Requirement: Give again, unaltered, the lines of the listing below that run from the line having "mk += W[j] * k[j]" through the line having "if n_strikes <".

Source information:
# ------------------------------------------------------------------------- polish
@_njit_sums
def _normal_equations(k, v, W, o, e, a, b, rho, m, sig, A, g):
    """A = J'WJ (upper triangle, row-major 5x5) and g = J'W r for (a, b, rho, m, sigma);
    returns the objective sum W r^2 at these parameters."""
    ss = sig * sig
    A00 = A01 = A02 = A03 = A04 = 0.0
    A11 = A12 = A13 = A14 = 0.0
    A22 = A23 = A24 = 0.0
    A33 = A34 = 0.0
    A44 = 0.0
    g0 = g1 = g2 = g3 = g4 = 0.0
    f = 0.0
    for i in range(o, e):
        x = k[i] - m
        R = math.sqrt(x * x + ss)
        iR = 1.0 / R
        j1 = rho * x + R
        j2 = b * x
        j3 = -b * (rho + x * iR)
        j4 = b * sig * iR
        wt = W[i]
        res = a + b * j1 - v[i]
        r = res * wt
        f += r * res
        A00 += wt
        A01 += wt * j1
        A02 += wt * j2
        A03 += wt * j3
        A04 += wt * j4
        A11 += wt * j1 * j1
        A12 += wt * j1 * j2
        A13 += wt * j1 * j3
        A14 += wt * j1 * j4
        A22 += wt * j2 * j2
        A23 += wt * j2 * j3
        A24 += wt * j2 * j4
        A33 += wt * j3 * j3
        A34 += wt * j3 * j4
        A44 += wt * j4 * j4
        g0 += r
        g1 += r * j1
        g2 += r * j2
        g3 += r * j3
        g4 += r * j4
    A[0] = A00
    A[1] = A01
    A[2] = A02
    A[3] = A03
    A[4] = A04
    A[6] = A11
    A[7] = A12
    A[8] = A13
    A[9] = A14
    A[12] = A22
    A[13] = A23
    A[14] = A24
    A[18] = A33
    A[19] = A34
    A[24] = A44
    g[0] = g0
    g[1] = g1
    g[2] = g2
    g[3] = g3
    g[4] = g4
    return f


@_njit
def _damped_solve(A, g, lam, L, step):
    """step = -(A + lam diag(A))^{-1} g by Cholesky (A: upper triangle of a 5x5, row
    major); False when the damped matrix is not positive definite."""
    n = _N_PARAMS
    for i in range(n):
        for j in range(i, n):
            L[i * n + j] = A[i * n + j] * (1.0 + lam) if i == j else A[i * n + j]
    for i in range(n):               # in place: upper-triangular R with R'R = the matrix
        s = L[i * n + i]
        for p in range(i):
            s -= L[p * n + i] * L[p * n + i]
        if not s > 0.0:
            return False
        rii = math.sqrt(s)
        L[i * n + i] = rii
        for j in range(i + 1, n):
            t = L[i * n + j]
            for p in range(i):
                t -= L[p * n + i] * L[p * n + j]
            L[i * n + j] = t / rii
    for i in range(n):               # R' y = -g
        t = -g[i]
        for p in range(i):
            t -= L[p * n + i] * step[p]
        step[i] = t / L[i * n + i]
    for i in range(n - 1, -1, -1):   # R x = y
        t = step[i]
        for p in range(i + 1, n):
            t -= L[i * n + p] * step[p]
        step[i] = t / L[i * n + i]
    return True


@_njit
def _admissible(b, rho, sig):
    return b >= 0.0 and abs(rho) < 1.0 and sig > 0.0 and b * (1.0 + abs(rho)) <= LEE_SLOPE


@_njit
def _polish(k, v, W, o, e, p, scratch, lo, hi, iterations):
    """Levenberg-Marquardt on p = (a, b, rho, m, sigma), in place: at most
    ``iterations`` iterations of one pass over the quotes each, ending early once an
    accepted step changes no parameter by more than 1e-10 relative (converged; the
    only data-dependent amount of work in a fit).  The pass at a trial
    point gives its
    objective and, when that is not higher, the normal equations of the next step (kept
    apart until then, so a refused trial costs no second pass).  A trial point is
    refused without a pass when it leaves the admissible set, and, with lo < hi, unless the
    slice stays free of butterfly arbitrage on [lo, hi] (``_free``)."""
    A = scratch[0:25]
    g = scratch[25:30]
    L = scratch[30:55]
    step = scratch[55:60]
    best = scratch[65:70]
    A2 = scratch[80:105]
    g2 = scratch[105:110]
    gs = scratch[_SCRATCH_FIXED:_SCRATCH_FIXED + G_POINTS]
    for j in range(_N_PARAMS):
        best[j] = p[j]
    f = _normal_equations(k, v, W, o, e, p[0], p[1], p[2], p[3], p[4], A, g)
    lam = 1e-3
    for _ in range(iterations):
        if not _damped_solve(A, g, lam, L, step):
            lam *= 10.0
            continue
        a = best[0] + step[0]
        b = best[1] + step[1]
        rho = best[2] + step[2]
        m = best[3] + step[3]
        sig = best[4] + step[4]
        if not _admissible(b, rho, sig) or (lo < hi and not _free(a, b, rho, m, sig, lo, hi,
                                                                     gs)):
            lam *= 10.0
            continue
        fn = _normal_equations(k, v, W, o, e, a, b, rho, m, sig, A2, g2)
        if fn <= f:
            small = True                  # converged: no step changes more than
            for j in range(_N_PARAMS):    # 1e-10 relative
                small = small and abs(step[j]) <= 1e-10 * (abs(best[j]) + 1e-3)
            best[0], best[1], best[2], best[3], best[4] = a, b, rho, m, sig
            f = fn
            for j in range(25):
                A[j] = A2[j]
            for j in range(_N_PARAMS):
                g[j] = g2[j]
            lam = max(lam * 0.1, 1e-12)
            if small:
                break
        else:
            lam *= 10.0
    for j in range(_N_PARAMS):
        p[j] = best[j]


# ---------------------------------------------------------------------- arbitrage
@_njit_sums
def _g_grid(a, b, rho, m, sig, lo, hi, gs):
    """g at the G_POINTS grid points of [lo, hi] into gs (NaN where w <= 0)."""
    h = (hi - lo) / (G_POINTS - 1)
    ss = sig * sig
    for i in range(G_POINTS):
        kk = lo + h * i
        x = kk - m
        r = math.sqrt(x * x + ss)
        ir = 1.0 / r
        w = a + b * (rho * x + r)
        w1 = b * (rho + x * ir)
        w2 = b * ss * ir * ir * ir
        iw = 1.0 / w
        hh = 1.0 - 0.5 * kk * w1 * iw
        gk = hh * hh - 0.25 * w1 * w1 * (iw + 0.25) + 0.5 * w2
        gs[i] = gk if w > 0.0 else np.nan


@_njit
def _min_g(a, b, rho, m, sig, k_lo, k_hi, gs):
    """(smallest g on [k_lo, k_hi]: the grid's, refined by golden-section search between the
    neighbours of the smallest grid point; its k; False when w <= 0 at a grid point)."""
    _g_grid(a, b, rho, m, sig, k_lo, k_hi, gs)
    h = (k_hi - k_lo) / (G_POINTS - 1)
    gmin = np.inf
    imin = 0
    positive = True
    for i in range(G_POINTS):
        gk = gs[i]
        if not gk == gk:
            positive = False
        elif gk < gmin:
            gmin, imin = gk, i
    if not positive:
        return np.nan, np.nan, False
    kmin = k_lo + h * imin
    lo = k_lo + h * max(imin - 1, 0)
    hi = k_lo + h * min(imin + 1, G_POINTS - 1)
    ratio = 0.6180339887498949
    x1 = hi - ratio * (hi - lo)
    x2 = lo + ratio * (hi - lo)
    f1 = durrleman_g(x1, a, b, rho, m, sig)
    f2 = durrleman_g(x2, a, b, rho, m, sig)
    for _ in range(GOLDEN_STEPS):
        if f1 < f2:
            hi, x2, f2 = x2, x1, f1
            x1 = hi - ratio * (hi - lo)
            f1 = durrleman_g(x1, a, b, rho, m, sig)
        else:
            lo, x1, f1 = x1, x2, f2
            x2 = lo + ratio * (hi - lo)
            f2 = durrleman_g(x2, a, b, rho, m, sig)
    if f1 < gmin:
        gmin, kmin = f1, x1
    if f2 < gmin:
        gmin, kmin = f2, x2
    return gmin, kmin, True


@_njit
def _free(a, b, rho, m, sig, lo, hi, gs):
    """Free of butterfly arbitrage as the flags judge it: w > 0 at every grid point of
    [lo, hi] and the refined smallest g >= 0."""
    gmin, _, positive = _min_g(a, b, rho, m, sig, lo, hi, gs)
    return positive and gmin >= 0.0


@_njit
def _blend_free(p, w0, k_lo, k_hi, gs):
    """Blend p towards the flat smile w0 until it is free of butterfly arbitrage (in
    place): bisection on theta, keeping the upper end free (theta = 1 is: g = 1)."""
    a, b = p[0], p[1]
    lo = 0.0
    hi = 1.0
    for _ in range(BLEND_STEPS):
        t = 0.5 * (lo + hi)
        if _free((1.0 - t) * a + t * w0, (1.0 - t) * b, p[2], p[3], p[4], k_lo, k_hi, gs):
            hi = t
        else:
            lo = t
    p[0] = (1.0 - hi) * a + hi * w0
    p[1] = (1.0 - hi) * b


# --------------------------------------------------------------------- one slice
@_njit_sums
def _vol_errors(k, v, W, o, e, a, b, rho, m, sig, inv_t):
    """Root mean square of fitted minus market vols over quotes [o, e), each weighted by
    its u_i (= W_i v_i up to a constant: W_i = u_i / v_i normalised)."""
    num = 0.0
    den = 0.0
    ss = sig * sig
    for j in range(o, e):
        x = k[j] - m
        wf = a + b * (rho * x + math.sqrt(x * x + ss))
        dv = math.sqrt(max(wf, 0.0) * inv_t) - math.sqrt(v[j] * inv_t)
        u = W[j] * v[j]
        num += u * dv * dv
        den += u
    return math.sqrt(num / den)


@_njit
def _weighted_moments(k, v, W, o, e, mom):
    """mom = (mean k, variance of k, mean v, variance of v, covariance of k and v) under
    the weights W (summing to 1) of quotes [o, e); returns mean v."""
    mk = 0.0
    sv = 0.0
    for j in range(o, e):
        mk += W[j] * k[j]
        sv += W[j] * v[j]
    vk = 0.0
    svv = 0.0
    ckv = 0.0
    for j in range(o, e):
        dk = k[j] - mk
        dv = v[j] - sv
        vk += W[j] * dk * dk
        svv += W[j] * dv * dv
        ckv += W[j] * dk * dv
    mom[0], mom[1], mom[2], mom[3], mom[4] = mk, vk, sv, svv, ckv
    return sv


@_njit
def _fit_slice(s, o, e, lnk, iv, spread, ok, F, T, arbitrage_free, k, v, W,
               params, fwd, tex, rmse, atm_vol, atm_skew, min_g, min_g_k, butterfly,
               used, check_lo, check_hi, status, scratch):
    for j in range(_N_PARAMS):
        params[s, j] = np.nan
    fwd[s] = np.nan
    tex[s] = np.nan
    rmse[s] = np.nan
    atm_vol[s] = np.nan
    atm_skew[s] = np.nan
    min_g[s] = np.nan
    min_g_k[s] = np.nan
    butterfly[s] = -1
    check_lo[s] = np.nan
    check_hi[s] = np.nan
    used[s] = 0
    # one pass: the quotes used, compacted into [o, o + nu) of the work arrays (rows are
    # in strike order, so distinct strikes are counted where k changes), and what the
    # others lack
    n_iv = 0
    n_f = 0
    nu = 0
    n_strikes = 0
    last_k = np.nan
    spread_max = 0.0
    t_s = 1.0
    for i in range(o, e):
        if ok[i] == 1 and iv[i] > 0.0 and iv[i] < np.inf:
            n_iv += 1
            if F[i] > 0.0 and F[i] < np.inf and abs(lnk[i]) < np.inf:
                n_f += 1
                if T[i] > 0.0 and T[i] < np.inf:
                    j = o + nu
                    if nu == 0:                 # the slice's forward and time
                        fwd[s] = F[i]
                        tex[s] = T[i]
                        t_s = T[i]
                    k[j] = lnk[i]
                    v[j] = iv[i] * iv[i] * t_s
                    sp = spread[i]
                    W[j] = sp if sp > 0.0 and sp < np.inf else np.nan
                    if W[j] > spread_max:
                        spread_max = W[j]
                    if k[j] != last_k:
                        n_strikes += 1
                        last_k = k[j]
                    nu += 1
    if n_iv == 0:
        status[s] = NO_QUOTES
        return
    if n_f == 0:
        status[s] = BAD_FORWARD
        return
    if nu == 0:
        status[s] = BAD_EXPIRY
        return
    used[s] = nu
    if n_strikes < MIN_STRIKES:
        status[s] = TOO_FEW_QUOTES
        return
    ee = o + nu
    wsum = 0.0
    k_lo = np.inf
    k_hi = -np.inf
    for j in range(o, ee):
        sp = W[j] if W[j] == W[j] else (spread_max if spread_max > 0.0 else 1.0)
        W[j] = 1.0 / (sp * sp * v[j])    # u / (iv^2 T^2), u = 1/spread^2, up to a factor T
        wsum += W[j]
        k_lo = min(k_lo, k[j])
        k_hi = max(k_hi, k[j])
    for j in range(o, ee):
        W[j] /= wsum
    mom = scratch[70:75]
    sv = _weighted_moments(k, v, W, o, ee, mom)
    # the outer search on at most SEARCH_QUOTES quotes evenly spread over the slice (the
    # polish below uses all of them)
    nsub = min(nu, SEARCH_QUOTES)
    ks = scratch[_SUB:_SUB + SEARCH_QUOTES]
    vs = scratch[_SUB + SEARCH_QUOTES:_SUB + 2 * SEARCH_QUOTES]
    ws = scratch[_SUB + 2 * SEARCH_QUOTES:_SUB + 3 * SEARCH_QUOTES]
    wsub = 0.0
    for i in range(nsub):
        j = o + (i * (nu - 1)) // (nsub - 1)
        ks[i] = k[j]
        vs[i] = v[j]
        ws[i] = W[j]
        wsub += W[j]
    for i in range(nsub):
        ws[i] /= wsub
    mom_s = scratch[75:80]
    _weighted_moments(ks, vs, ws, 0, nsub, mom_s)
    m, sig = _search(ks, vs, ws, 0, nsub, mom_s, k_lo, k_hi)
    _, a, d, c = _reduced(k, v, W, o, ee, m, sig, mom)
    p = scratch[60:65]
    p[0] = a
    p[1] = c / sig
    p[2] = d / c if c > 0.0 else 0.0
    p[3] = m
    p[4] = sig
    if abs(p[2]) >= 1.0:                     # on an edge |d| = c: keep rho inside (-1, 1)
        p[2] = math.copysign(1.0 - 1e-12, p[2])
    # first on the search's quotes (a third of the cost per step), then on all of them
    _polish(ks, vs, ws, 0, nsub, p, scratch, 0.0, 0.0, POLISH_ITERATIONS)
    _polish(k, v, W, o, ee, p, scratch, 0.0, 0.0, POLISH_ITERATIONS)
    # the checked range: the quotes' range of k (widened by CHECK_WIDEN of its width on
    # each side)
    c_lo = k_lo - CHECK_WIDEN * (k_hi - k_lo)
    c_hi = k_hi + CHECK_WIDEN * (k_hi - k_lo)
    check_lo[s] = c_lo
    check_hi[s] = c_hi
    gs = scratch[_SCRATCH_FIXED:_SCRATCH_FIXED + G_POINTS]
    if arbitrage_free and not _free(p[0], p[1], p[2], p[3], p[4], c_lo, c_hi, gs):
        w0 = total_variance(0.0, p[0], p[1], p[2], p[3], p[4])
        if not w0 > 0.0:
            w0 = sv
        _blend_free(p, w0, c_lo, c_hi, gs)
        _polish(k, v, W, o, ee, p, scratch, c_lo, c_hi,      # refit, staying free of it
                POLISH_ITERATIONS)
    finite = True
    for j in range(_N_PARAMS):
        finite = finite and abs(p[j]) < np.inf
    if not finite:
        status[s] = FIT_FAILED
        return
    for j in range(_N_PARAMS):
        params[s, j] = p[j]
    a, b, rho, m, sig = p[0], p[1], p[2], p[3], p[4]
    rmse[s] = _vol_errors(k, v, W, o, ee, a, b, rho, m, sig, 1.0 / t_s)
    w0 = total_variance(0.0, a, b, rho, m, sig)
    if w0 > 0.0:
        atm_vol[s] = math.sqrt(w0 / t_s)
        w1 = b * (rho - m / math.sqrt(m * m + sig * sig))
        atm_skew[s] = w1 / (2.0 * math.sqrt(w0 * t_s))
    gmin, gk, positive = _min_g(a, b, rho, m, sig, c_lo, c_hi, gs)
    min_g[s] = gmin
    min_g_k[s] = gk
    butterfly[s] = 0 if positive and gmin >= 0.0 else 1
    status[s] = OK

Result of the exercise:
        mk += W[j] * k[j]
        sv += W[j] * v[j]
    vk = 0.0
    svv = 0.0
    ckv = 0.0
    for j in range(o, e):
        dk = k[j] - mk
        dv = v[j] - sv
        vk += W[j] * dk * dk
        svv += W[j] * dv * dv
        ckv += W[j] * dk * dv
    mom[0], mom[1], mom[2], mom[3], mom[4] = mk, vk, sv, svv, ckv
    return sv


@_njit
def _fit_slice(s, o, e, lnk, iv, spread, ok, F, T, arbitrage_free, k, v, W,
               params, fwd, tex, rmse, atm_vol, atm_skew, min_g, min_g_k, butterfly,
               used, check_lo, check_hi, status, scratch):
    for j in range(_N_PARAMS):
        params[s, j] = np.nan
    fwd[s] = np.nan
    tex[s] = np.nan
    rmse[s] = np.nan
    atm_vol[s] = np.nan
    atm_skew[s] = np.nan
    min_g[s] = np.nan
    min_g_k[s] = np.nan
    butterfly[s] = -1
    check_lo[s] = np.nan
    check_hi[s] = np.nan
    used[s] = 0
    # one pass: the quotes used, compacted into [o, o + nu) of the work arrays (rows are
    # in strike order, so distinct strikes are counted where k changes), and what the
    # others lack
    n_iv = 0
    n_f = 0
    nu = 0
    n_strikes = 0
    last_k = np.nan
    spread_max = 0.0
    t_s = 1.0
    for i in range(o, e):
        if ok[i] == 1 and iv[i] > 0.0 and iv[i] < np.inf:
            n_iv += 1
            if F[i] > 0.0 and F[i] < np.inf and abs(lnk[i]) < np.inf:
                n_f += 1
                if T[i] > 0.0 and T[i] < np.inf:
                    j = o + nu
                    if nu == 0:                 # the slice's forward and time
                        fwd[s] = F[i]
                        tex[s] = T[i]
                        t_s = T[i]
                    k[j] = lnk[i]
                    v[j] = iv[i] * iv[i] * t_s
                    sp = spread[i]
                    W[j] = sp if sp > 0.0 and sp < np.inf else np.nan
                    if W[j] > spread_max:
                        spread_max = W[j]
                    if k[j] != last_k:
                        n_strikes += 1
                        last_k = k[j]
                    nu += 1
    if n_iv == 0:
        status[s] = NO_QUOTES
        return
    if n_f == 0:
        status[s] = BAD_FORWARD
        return
    if nu == 0:
        status[s] = BAD_EXPIRY
        return
    used[s] = nu
    if n_strikes < MIN_STRIKES:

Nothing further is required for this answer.